Please see the comprehensive preoperative history, physical report, and consultation. In the central area of the right forefoot, there is a one-centimeter ulcer sinus tract. Beneath the medial cuneiform, there is an ulceration of around 6 cm in diameter. The forefoot is indurated and arrhythmias, with a sensation of warmth. The surgical team administered spinal anesthesia to the patient and placed the right lower extremity on the operating table. Bednine solution was used to prepare the right lower extremity. Next, they put a pneumatic ankle tourniquet over Webril padding on top of the right ankle joint. After a two-minute evaluation, the tourniquet was lifted to 275 millimeters of mercury. An S-shaped incision was made through the ulceration in the right plantar forefoot, down to an abyss cavity where they found some sanguinopurulent discharge and minimal odor. There
...was minor venous bleeding on the incision edges, and upon probing, they discovered that the cavity went deep into the muscle layer plain between the bone and fascia. They connected the proximal ulceration abscess cavity to the lateral aspect of the sub-cuneiform ulceration and noticed some necrotic tissue, which had a tender and fibrotic structure. The ulceration tract was adjacent to but did not exceed past the ulcer.The ulceration had extended to the area proximal to the first metatarsal head, but palpation and probing revealed no osteomyelitis or bone penetration.

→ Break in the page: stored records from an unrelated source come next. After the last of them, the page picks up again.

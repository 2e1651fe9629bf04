/**
 * Replay: the 2-hour, 50 Hz benchmark log read once and replayed through two sets of the demo tipper
 * (the drive map as driven, and a candidate 20 % stronger with its own ramps), as the replay route
 * does (`ingestLog` with `onSample` feeding the replayer); against the same read without a replay,
 * interleaved in one run. Target: under 2 s for the 2-hour log (issue: replay on the server).
 */
import fs from 'node:fs'
import { ingestLog } from '@/app/_lib/reports/log-ingest'
import { demoTipper } from '@/db/demo/programs'
import { demoDriveTable, demoRegenTable } from '@/db/demo/maps'
import { starterRamps } from '@/maps/ramps'
import { createReplayer } from '@/physics/replay'
import { writeBenchLog } from './log-file'
import { figure, isMain, median, now, runStandalone, type BenchResult } from './report'

const BENCH = 'replay'
const ROUNDS = 3

export async function runReplay(): Promise<BenchResult> {
  const log = await writeBenchLog()
  const drive = demoDriveTable(demoTipper, { gamma: 1.4, share: 0.9 })
  const regen = demoRegenTable(demoTipper, { liftOffNm: 400, maxNm: 1800 })
  const stronger = { ...drive, values: drive.values.map((r) => r.map((v) => v * 1.2)) }
  const read = { wheelRadiusM: demoTipper.wheelRadiusM, surface: 'wet-asphalt' as const, calibrateRadius: false, maxSeriesPoints: 10 }
  const once = async (withReplay: boolean) => {
    const t0 = now()
    const r = withReplay
      ? createReplayer({ driven: { drive, regen, ramps: null }, candidate: { drive: stronger, regen, ramps: starterRamps(demoTipper.motorPeakTorqueNm), vehicle: demoTipper }, surface: 'wet-asphalt', loadCase: 'laden' })
      : null
    const res = await ingestLog(fs.createReadStream(log.file), r ? { ...read, onSample: (s, k) => r.push({ timeS: s.timeS, roadSpeedKmh: s.roadSpeedKmh, accelPedalPct: s.accelPedalPct, brakePedalPct: s.brakePedalPct, measuredSlip: k }) } : read)
    const out = r?.finish()
    return { ms: now() - t0, rows: res.samples, more: out?.moreShare ?? 0 }
  }
  try {
    await once(true) // warm the page cache and the code paths
    const plain: number[] = []
    const replay: number[] = []
    let rows = 0
    let more = 0
    for (let i = 0; i < ROUNDS; i++) {
      plain.push((await once(false)).ms)
      const r = await once(true)
      replay.push(r.ms)
      rows = r.rows
      more = r.more
    }
    return {
      bench: BENCH,
      figures: [
        figure(BENCH, 'read + replay, 2 h at 50 Hz', median(replay) / 1000, 's', { op: '<', limit: 2 }, `median of ${ROUNDS}; ${rows} samples; candidate asks for more ${(100 * more).toFixed(1)} % of the time`),
        figure(BENCH, 'read + analysis alone', median(plain) / 1000, 's', undefined, `median of ${ROUNDS}, interleaved`),
        figure(BENCH, 'replay / read alone', median(replay) / median(plain), '×'),
      ],
    }
  } finally { log.remove() }
}

if (isMain(import.meta.url)) void runStandalone(BENCH, runReplay)
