// The small part of autocannon 9's programmatic API the API benchmark uses (the package ships no types).
declare module 'autocannon' {
  namespace autocannon {
    interface Histogram { average: number; min: number; max: number; p50: number; p90: number; p97_5: number; p99: number; total: number }
    interface RawRequest { method?: string; path?: string; headers?: Record<string, string>; body?: string }
    interface RequestSpec extends RawRequest {
      setupRequest?: (req: RawRequest, context: Record<string, unknown>) => RawRequest | null
      onResponse?: (status: number, body: string, context: Record<string, unknown>, headers: Record<string, string>) => void
  }
  interface Options {
    url: string
    connections?: number
    pipelining?: number
    amount?: number
    duration?: number
    timeout?: number
    method?: string
    headers?: Record<string, string>
    body?: string
    requests?: RequestSpec[]
  }
  interface Result {
    requests: Histogram
    latency: Histogram
    duration: number
    errors: number
    timeouts: number
    non2xx: number
    '2xx': number
    statusCodeStats: Record<string, { count: number }>
  }
  interface Instance { stop(): void }
  }
  function autocannon(opts: autocannon.Options, cb: (err: Error | null, result: autocannon.Result) => void): autocannon.Instance
  export = autocannon
}
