/**
 * Typed errors of the map module. Callers (API routes, forms) switch on `code` and show
 * `message`, so every message names what was wrong and where in human terms.
 */

/** Base class so callers can catch every map error with one `instanceof`. */
export class MapError extends Error {
  constructor(
    /** Short kebab-case reason, stable for programs, e.g. 'breakpoint-order'. */
    readonly code: string,
    message: string,
  ) {
    super(message)
    this.name = new.target.name
  }
}

/**
 * A file (CSV or JSON) could not be read. `line` and `column` are 1-based; for CSV the column
 * counts cells, for JSON it counts characters. `path` is set for JSON schema failures.
 * @example new MapFormatError('not-a-number', "'abc' is not a number", 4, 3)
 *          // message: "line 4, column 3: 'abc' is not a number"
 */
export class MapFormatError extends MapError {
  constructor(
    code: string,
    /** The bare reason, without the position prefix. */
    readonly reason: string,
    readonly line?: number,
    readonly column?: number,
    readonly path?: readonly (string | number)[],
  ) {
    super(code, prefix(line, column, path) + reason)
  }
}

function prefix(line?: number, column?: number, path?: readonly (string | number)[]): string {
  const parts: string[] = []
  if (line !== undefined) parts.push(`line ${line}`)
  if (column !== undefined) parts.push(`column ${column}`)
  if (path && path.length > 0) parts.push(`at ${formatPath(path)}`)
  return parts.length > 0 ? parts.join(', ') + ': ' : ''
}

/** `['values', 2, 3]` → `values[2][3]`, the way a reader finds it in the file. */
export function formatPath(path: readonly (string | number)[]): string {
  return path.map((p, i) => (typeof p === 'number' ? `[${p}]` : i === 0 ? p : `.${p}`)).join('')
}

/**
 * An editing operation was refused (bad selection, breakpoint out of order, too few
 * breakpoints, non-finite argument). The input table is never modified.
 * @example throw new MapEditError('too-few-breakpoints', 'a map needs at least 2 speed breakpoints')
 */
export class MapEditError extends MapError {}

/**
 * An argument outside the table itself was unusable: a non-finite lookup coordinate, vehicle
 * parameters that give no meaningful limits, or a malformed table handed to a numeric routine.
 */
export class MapInputError extends MapError {}
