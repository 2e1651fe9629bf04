/**
 * Three-way merge of map tables, cell by cell, for a save that lost a race: `parent` is the
 * revision both edits started from, `mine` the unsaved draft, `theirs` the revision a colleague
 * saved first. A cell only one side changed is taken from that side; a cell both sides changed
 * to different values is a conflict for the engineer to decide. Breakpoints must agree on all
 * three tables, since a moved breakpoint changes what every cell of its row or column means.
 */
import type { MapTable } from './table'

/** One cell both sides changed to different values, N·m; row and column are 0-based table indices. */
export interface MergeConflict {
  row: number
  col: number
  parent: number
  mine: number
  theirs: number
}

export type MergeResult =
  | {
      ok: true
      /** The merged table with every conflict set to my value (resolve() picks per cell). */
      table: MapTable
      conflicts: MergeConflict[]
      /** Cells taken from each side without a question (changed on that side only, or equally on both). */
      takenFromMine: number
      takenFromTheirs: number
    }
  | { ok: false; reason: string }

const sameList = (a: number[], b: number[]) => a.length === b.length && a.every((v, i) => v === b[i])

function axesNote(name: string, parent: MapTable, t: MapTable): string | null {
  const rows = !sameList(parent.rowAxis, t.rowAxis)
  const cols = !sameList(parent.colAxis, t.colAxis)
  if (!rows && !cols) return null
  return `${name} ${[rows && 'pedal', cols && 'speed'].filter(Boolean).join(' and ')} breakpoints`
}

/**
 * Merge `mine` and `theirs` against `parent`. When breakpoints differ between the three the
 * result is `ok: false` with a reason; the caller then offers whole-table choices instead.
 * @example mergeTables(p, mine, theirs) // { ok: true, table, conflicts: [], takenFromMine: 2, takenFromTheirs: 1 }
 */
export function mergeTables(parent: MapTable, mine: MapTable, theirs: MapTable): MergeResult {
  if (mine.kind !== parent.kind || theirs.kind !== parent.kind) return { ok: false, reason: 'the maps are of different kinds (drive and regen)' }
  const moved = [axesNote('your edits move the', parent, mine), axesNote('the newer revision moves the', parent, theirs)].filter(Boolean)
  if (moved.length > 0) return { ok: false, reason: `${moved.join('; ')}, so the cells no longer line up one to one` }
  const conflicts: MergeConflict[] = []
  let takenFromMine = 0
  let takenFromTheirs = 0
  const values = parent.values.map((row, r) =>
    row.map((p, c) => {
      const m = mine.values[r][c]
      const t = theirs.values[r][c]
      if (m === t) {
        if (m !== p) takenFromMine++ // both made the same change: count it once, as mine
        return m
      }
      if (m === p) {
        takenFromTheirs++
        return t
      }
      if (t === p) {
        takenFromMine++
        return m
      }
      conflicts.push({ row: r, col: c, parent: p, mine: m, theirs: t })
      return m
    }),
  )
  return { ok: true, table: { kind: parent.kind, rowAxis: [...parent.rowAxis], colAxis: [...parent.colAxis], values }, conflicts, takenFromMine, takenFromTheirs }
}

/** Which side wins a conflict cell. */
export type MergeSide = 'mine' | 'theirs'

/**
 * The merged table with each conflict decided: `choice(conflict)` names the side (all mine or
 * all theirs is a constant function). Returns a new table; the merge result is left as it was.
 * @example resolveMerge(result.table, result.conflicts, () => 'theirs')
 */
export function resolveMerge(table: MapTable, conflicts: MergeConflict[], choice: (c: MergeConflict) => MergeSide): MapTable {
  const values = table.values.map((row) => [...row])
  for (const c of conflicts) values[c.row][c.col] = choice(c) === 'theirs' ? c.theirs : c.mine
  return { kind: table.kind, rowAxis: [...table.rowAxis], colAxis: [...table.colAxis], values }
}
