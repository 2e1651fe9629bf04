/**
 * Pull a map inside what the vehicle can do, cell by cell.
 */
import { chargeLimitTorqueAt, motorEnvelopeAt } from './envelope'
import type { MapLimits } from './limits'
import { cloneTable, type MapTable } from './table'

/**
 * Copy of `table` with every cell inside the limits validate checks as errors:
 * - drive: −envelope ≤ T ≤ envelope, and a negative (braking) value also ≥ −charge limit;
 * - regen: 0 ≤ T ≤ min(envelope, charge limit).
 * Non-finite cells are left as they are (validate reports them; guessing a value would hide it).
 * Only breakpoint cells are clamped: between speed breakpoints the interpolated line may still
 * cross the curved power limit ('envelope-between' warns; insert a speed breakpoint there).
 * @example clampToEnvelope(t, limits).values[r][c] <= motorEnvelopeAt(limits, t.colAxis[c]) // true
 */
export function clampToEnvelope(table: MapTable, limits: MapLimits): MapTable {
  const out = cloneTable(table)
  out.values.forEach((row, r) =>
    row.forEach((v, c) => {
      if (!Number.isFinite(v)) return
      const speed = table.colAxis[c]
      const env = motorEnvelopeAt(limits, speed)
      const brake = Math.min(env, chargeLimitTorqueAt(limits, speed))
      const lo = table.kind === 'regen' ? 0 : -brake
      const hi = table.kind === 'regen' ? brake : env
      out.values[r][c] = Math.min(hi, Math.max(lo, v))
    }),
  )
  return out
}
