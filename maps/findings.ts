/**
 * What validate reports. A finding is data, not an exception: the editor lists them beside
 * the table and highlights the cells. It carries its numbers in SI units and its sentence as
 * parts, so the UI renders it in the chosen units (findingMessage) without parsing text.
 */
import { renderParts, type MessagePart } from './finding-text'
import type { MapTable } from './table'
import type { UnitSet } from './units'

export type Severity = 'error' | 'warning'

export type RuleId =
  | 'axis-size'
  | 'axis-order'
  | 'axis-range'
  | 'shape'
  | 'not-finite'
  | 'pedal-monotonic'
  | 'regen-negative'
  | 'motor-envelope'
  | 'charge-power'
  | 'discharge-power'
  | 'envelope-between'
  | 'steep-step'

export interface Finding {
  severity: Severity
  rule: RuleId
  /** Row (pedal breakpoint) index, 0-based, when the finding concerns a row or a cell. */
  row?: number
  /** Column (speed breakpoint) index, 0-based, when the finding concerns a column or a cell. */
  col?: number
  /** Pedal breakpoint, %, and road speed, km/h, of the cell when the finding concerns one. */
  pedalPct?: number
  speedKmh?: number
  /** The offending value, N·m, and the bound it breaks, N·m, when the rule compares the two. */
  valueNm?: number
  limitNm?: number
  /** The sentence, with its quantities in SI units; render with findingMessage. */
  parts: MessagePart[]
  /** The sentence in metric units, e.g. "at 40 % pedal, 20 km/h: 2,400 N·m exceeds …" (API clients, logs). */
  message: string
}

/** Where a cell finding points: the cell's indices and its pedal and speed breakpoints. */
export function cellWhere(t: Pick<MapTable, 'rowAxis' | 'colAxis'>, r: number, c: number): Pick<Finding, 'row' | 'col' | 'pedalPct' | 'speedKmh'> {
  return { row: r, col: c, pedalPct: t.rowAxis[r], speedKmh: t.colAxis[c] }
}

/** A finding from its sentence; the metric message is rendered here. */
export function finding(f: Omit<Finding, 'message'>): Finding {
  return { ...f, message: renderParts(f.parts) }
}

/**
 * A finding's sentence in a unit system (metric gives `message`).
 * @example findingMessage(f, UNITS.imperial) // "at 40 % pedal, 12.4 mph: 1,770.2 lbf·ft exceeds …"
 */
export function findingMessage(f: Pick<Finding, 'parts'>, units: UnitSet): string {
  return renderParts(f.parts, units)
}

/** One line per rule, for the UI legend and the docs; severities are those validate uses. */
export const VALIDATION_RULES: Readonly<Record<RuleId, { severity: Severity | 'error (drive) / warning (regen)'; needsLimits: boolean; summary: string }>> = {
  'axis-size': { severity: 'error', needsLimits: false, summary: 'each axis has 2 to 64 breakpoints' },
  'axis-order': { severity: 'error', needsLimits: false, summary: 'breakpoints strictly increasing' },
  'axis-range': { severity: 'error', needsLimits: false, summary: 'pedal breakpoints within 0–100 %, speed breakpoints ≥ 0 km/h' },
  shape: { severity: 'error', needsLimits: false, summary: 'one row per pedal breakpoint, one value per speed breakpoint' },
  'not-finite': { severity: 'error', needsLimits: false, summary: 'no NaN, infinite or non-number value or breakpoint' },
  'pedal-monotonic': { severity: 'error (drive) / warning (regen)', needsLimits: false, summary: 'torque never falls as the pedal rises at a given speed' },
  'regen-negative': { severity: 'error', needsLimits: false, summary: 'regen braking torque ≥ 0' },
  'motor-envelope': { severity: 'error', needsLimits: true, summary: '|torque| ≤ min(peak torque, peak power ÷ shaft speed); 0 beyond the motor speed limit' },
  'charge-power': { severity: 'error', needsLimits: true, summary: 'braking torque × shaft speed ≤ battery charge power (losses not credited)' },
  'discharge-power': { severity: 'warning', needsLimits: true, summary: 'drive torque × shaft speed ≤ battery discharge power' },
  'envelope-between': { severity: 'warning', needsLimits: true, summary: 'interpolated torque between speed breakpoints stays within the envelope and charge limit' },
  'steep-step': { severity: 'warning', needsLimits: true, summary: 'neighbouring cells differ by at most maxStepNm (default 25 % of peak torque)' },
}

No osteitis particles were found in the discharge, and the area was extensively cleaned and probed. Cultures were taken at both proximal and distal sites, including deep anaerobic and aerobic cultures. Necrotic material was sent to pathology. The wound cavity was thoroughly irrigated and no penetration or bon
fragments were detected. The cavity was packed with two sections of one quarter inch new gauges. The musculature exposed on the proximal ulceration beneath the medial cuneiform was covered with zero flow, and a fluffy dressing was applied around the incision site. After releasing the tourniquet, blood flow immediately returned to all digits. The patient experienced minimal blood loss and tolerated both anesthesia and the procedure well.